Human resources policies and organization vision towards human capital will play a large role in the competition between healthcare organizations that compete for the nurses available during the shortage. One of the ways organizations can provide total compensation that benefits their employees is to offer continued educational opportunities for nurses to obtain advanced degrees in nursing (Clark & Allison-Jones, 2011). Doing so not only provides a benefit for the nurse directly, but also prepares them for a greater role in the organization and can help grow a career that has a role in developing the organizational vision. Health care organizations can help provide this benefit during a period of nursing school capacities by affiliating themselves with nursing schools that enable them to provide class structures that fit working nurse’s schedules, cost savings, and enrollment opportunities (Clark & Allison-Jones, 2011). “For the protection of wisdom is like the protection of money, and the advantage of knowledge is that wisdom preserves the life of him who has it” (Ecclesiastes 7:12, ESV).

Word Count: 749

References

Allen, L. (2008). The nursing shortage continues as faculty shortage grows. Nursing Economics, 26(1), 35.

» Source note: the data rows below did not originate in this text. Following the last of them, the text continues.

import type { Command } from "commander";
import {
  buildBankWithReport,
  buildSpinBankWithReport,
  verifyBankWithSpins,
  type SpinBankReport,
  DEFAULT_TEMPLATE_CAP,
  checkBankOptions,
  parseMatchFloorRange,
  psdModelFromSpec,
  readBankFile,
  sweepMatchFloors,
  loadFftBackends,
  verifyBank,
  writeBankFile,
  writeFileAtomic,
  type BankPlacementReport,
  type CoverageReport,
  type PsdModel,
  type SweepResult,
  type TemplateBank,
} from "@chirpsieve/core";
import { UsageError, onFlag, withBankFlagErrors } from "../errors.js";
import { createProgress } from "../progress.js";
import { checkFilePlan, noiseCurveInput } from "../outputPath.js";
import { parseChoiceFlag, parseNumberFlag, parseRangeFlag } from "../options.js";
import { VERSION } from "../version.js";
import { checkInspiralEdge, warnInspiralEdge } from "../inspiralEdge.js";
import { BANK_SPIN_RANGE_HELP, parseSpinRangeFlag } from "../spinRange.js";



/** What a user of `bank` can change when the bank would exceed --template-cap. */
const LIMIT_REMEDY = "narrow it, raise --fmin, lower --match-floor or raise --template-cap";

interface RegionFlags {
  massRange?: string;
  fmin?: string;
  noiseCurve: string;
  totalMassCap?: string;
  massRatioCap?: string;
  fmax?: string;
  templateCap: string;
  spinRange?: string;
  placement: string;
}

interface BuildFlags extends RegionFlags {
  matchFloor: string;
  out?: string;
  plot?: string;
  json?: boolean;
}

interface VerifyFlags {
  spinRange?: string;
  draws: string;
  signal: string;
  drawSpace: string;
  seed: string;
  json?: boolean;
  require?: string;
}

interface SweepFlags extends RegionFlags {
  matchFloor: string;
  draws: string;
  signal: string;
  drawSpace: string;
  seed: string;
  json?: boolean;
  plot?: string;
}

/** Registers `chirpsieve bank` with the subcommands build (the default), verify and sweep. */
export function registerBank(program: Command): void {
  const bank = program
    .command("bank")
    .description(
      "Build a template bank (hexagonal lattice under the match metric), verify its coverage with fitting factors, " +
        "or sweep the minimal match to trade templates against lost detections. `chirpsieve bank --mass-range ...` " +
        "is `chirpsieve bank build --mass-range ...`.",
    );

  // The random signals of `verify` and `sweep`.
  const withDraws = (cmd: Command): Command =>
    cmd
      .option("--signal <model>", "taylorf2 (the bank's own model: coverage) or pn-time (TaylorT4: cost of the approximant)", "taylorf2")
      .option("--draw-space <space>", "draw uniformly in component masses (masses) or in chirp times (chirp-times)", "masses")
      .option("--seed <seed>", "seed of the draws", "1");

  const withRegion = (cmd: Command): Command =>
    cmd
      .option("--mass-range <min:max>", "component masses, solar masses, e.g. 1:3")
      .option("--fmin <Hz>", "low-frequency cutoff of the match (Hz), also the reference of the chirp times")
      .option("--noise-curve <name|file>", "ajith2011, dis2001, flat, flat:LEVEL, or a two-column PSD table file", "ajith2011")
      .option("--total-mass-cap <M>", "largest total mass, solar masses")
      .option("--mass-ratio-cap <q>", "largest mass ratio m1/m2 (> 1)")
      .option("--fmax <Hz>", "fixed upper cutoff of the match (Hz); default: each template's ISCO frequency")
      .option(
        "--template-cap <n>",
        "refuse, before placing anything, a bank estimated to need more templates than this",
        String(DEFAULT_TEMPLATE_CAP),
      )
      .option("--spin-range <min:max>", BANK_SPIN_RANGE_HELP)
      .option("--placement <kind>", "with --spin-range: lattice (A3* lattices per slab of τ0, the boundary filled stochastically; measured to need 1–2% fewer templates) or stochastic", "lattice");

  withRegion(
    bank
      .command("build", { isDefault: true })
      .description("Place templates on a hexagonal lattice so every binary in the region has a template within the minimal match."),
  )
    .option("--match-floor <MM>", "minimal match, strictly between 0 and 1", "0.97")
    .option("--out <file>", "bank file to write (JSON)")
    .option("--plot <file>", "SVG of the templates in the (τ0, τ3) and component-mass planes")
    .option("--json", "print the placement summary as JSON")
    .action((flags: BuildFlags) => runBuild(flags, process.argv.slice(2)));

  const verify = bank
    .command("verify")
    .description("Fitting factors of random signals against a bank: the fraction reaching its minimal match, percentiles, rate loss, worst points.")
    .argument("<bank-file>", "bank file written by `chirpsieve bank build`")
    .option("--draws <n>", "number of random signals", "1000")
    .option(
      "--spin-range <min:max>",
      "draw signals with aligned spins, each body's spin uniform and independent in [MIN, MAX] (default: the bank's spin range, or none); " +
        "shows what a non-spinning bank loses for spinning signals",
    );
  withDraws(verify)
    .option("--json", "print the report as JSON")
    .option("--require <fraction>", "exit with code 1 when fewer than this fraction of draws reach the minimal match")
    .action((file: string, flags: VerifyFlags) => runVerify(file, flags));

  const sweep = withRegion(
    bank
      .command("sweep")
      .description(
        "For each minimal match: template count, verified coverage, mean fitting factor, expected rate loss 1 − ⟨FF³⟩ " +
          "and an estimated scan cost per hour of data measured on this machine.",
      ),
  )
    .option("--match-floor <range>", "minimal matches MIN:MAX:STEP (or one value)", "0.90:0.99:0.01")
    .option("--draws <n>", "random signals per bank", "200");
  withDraws(sweep)
    .option("--json", "print the table as JSON")
    .option("--plot <file>", "SVG of the trade-off: scan cost (or template count) against rate loss")
    .action(async (flags: SweepFlags) => {
      // The cost estimate times the FFT backend a scan would use (the SIMD one when it loads).
      await loadFftBackends();
      await runSweep(flags);
    });
}

interface RegionSettings {
  massRangeSolar: [number, number];
  fMinHz: number;
  psd: PsdModel;
  noiseCurve: string;
  totalMassCapSolar?: number;
  massRatioCap?: number;
  fMaxHz?: number;
  templateCap: number;
  spinRange?: [number, number];
  placement: "stochastic" | "lattice";
}

/** Parses and checks the region flags; every error names its flag. */
function parseRegion(flags: RegionFlags): RegionSettings {
  if (flags.massRange === undefined) throw new UsageError(`--mass-range: required, e.g. --mass-range 1:3`);
  if (flags.fmin === undefined) throw new UsageError(`--fmin: required, e.g. --fmin 30`);
  const massRangeSolar = parseRangeFlag("--mass-range", flags.massRange, { strict: true });
  const fMinHz = parseNumberFlag("--fmin", flags.fmin, { min: 0, minExclusive: true });
  const totalMassCapSolar =
    flags.totalMassCap === undefined ? undefined : parseNumberFlag("--total-mass-cap", flags.totalMassCap, { min: 0, minExclusive: true });
  if (totalMassCapSolar !== undefined && !(totalMassCapSolar > 2 * massRangeSolar[0])) {
    throw new UsageError(`--total-mass-cap: must exceed twice the smallest component mass, ${2 * massRangeSolar[0]} (got ${flags.totalMassCap})`);
  }
  const massRatioCap =
    flags.massRatioCap === undefined ? undefined : parseNumberFlag("--mass-ratio-cap", flags.massRatioCap, { min: 1, minExclusive: true });
  const fMaxHz = flags.fmax === undefined ? undefined : parseNumberFlag("--fmax", flags.fmax, { min: fMinHz, minExclusive: true });
  const psd: PsdModel = onFlag("--noise-curve", () => psdModelFromSpec(flags.noiseCurve));
  if (fMinHz < psd.fMinHz) {
    throw new UsageError(`--fmin: ${fMinHz} Hz is below the lowest frequency ${psd.fMinHz} Hz of noise curve "${psd.name}"`);
  }
  const templateCap = parseNumberFlag("--template-cap", flags.templateCap, { min: 1, integer: true });
  const spinRange = flags.spinRange === undefined ? undefined : parseSpinRangeFlag("--spin-range", flags.spinRange);
  if (spinRange && !(spinRange[0] < spinRange[1])) {
    throw new UsageError(`--spin-range: a bank needs MIN below MAX (got "${flags.spinRange}")`);
  }
  const placement = parseChoiceFlag("--placement", flags.placement, ["stochastic", "lattice"] as const);
  const settings = { massRangeSolar, fMinHz, psd, noiseCurve: flags.noiseCurve, totalMassCapSolar, massRatioCap, fMaxHz, templateCap, spinRange, placement };
  // The band rules (core's MIN_ISCO_OVER_FMIN, MIN_FMAX_OVER_FMIN) checked here, before any work, with the flag named.
  withBankFlagErrors(() => checkBankOptions(settings), LIMIT_REMEDY);
  return settings;
}


function fmt(x: number, digits = 4): string {
  return Number.isFinite(x) ? x.toPrecision(digits) : String(x);
}

function pct(x: number, digits = 1): string {
  return `${(100 * x).toFixed(digits)}%`;
}

async function runBuild(flags: BuildFlags, argv: string[]): Promise<void> {
  const region = parseRegion(flags);
  const matchFloor = parseNumberFlag("--match-floor", flags.matchFloor, { min: 0, max: 1, minExclusive: true, maxExclusive: true });
  if (!flags.out) throw new UsageError(`--out: required (the bank file to write)`);
  checkFilePlan({
    inputs: noiseCurveInput("--noise-curve", flags.noiseCurve),
    outputs: [{ flag: "--out", path: flags.out }, ...(flags.plot ? [{ flag: "--plot", path: flags.plot }] : [])],
  });
  // A spinning or a plain bank; either is written, plotted and reported the same way.
  const built = region.spinRange
    ? (() => {
        const spinRange = region.spinRange;
        const { bank, report } = withBankFlagErrors(() => buildSpinBankWithReport({ ...region, spinRange, matchFloor }), LIMIT_REMEDY);
        return { bank, json: { spinRange, ...report }, text: () => spinBuildSummary(flags.out!, bank, report) };
      })()
    : (() => {
        const { bank, report } = withBankFlagErrors(() => buildBankWithReport({ ...region, matchFloor }), LIMIT_REMEDY);
        return { bank, json: { ...report, countOverVolumeEstimate: report.templateCount / report.volumeEstimate }, text: () => buildSummary(flags.out!, bank, report) };
      })();
  const bank = built.bank;
  bank.generator = { tool: "chirpsieve", version: VERSION, arguments: argv };
  writeBankFile(flags.out, bank);
  const inspiralEdge = checkInspiralEdge(bank.templates, region.psd, bank.fMinHz);
  warnInspiralEdge(inspiralEdge);
  if (flags.plot) writeFileAtomic(flags.plot, (await import("../bankPlots.js")).renderBankPlot(bank));
  if (flags.json) {
    process.stdout.write(JSON.stringify({ file: flags.out, ...built.json, inspiralEdge }) + "\n");
    return;
  }
  process.stdout.write(built.text() + "\n");
  if (flags.plot) process.stdout.write(`plot written to ${flags.plot}\n`);
}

Clark, R. C., & Allison-Jones, L. (2011). Investing in human capital: An academic-service partnership to address the nursing shortage. Nursing Education Perspectives, 32(1), 18-21.

Fox, R. L., & Abrahamson, K. (2009). A critical examination of the U.S. nursing shortage: Contributing factors, public policy implications. Nursing Forum, 44(4), 235-44.

Moses, H., Matheson, D. H., Dorsey, E. R., George, B. P., Sadoff, D., & Yoshimura, S. (2013). The anatomy of health care in the United States. Jama, 310(18), 1947-1964.

Pynes, J. E., & Lombardi, D. N. (2011). Human resources management for health care organizations: A strategic approach. San Francisco, CA: Jossey-Bass. ISBN: 9780470873557.

Toh, S. G., Ang, E., & Devi, M. K. (2012). Systematic review on the relationship between the nursing shortage and job satisfaction, stress and burnout levels among nurses in oncology/haematology settings. International Journal of Evidence‐based Healthcare, 10(2), 126-141.

Twigg, D., Duffield, C., Thompson, P. L., & Rapley, P. (2010). The impact of nurses on patient morbidity and mortality–the need for a policy change in response to the nursing shortage. Australian Health Review, 34(3), 312-316.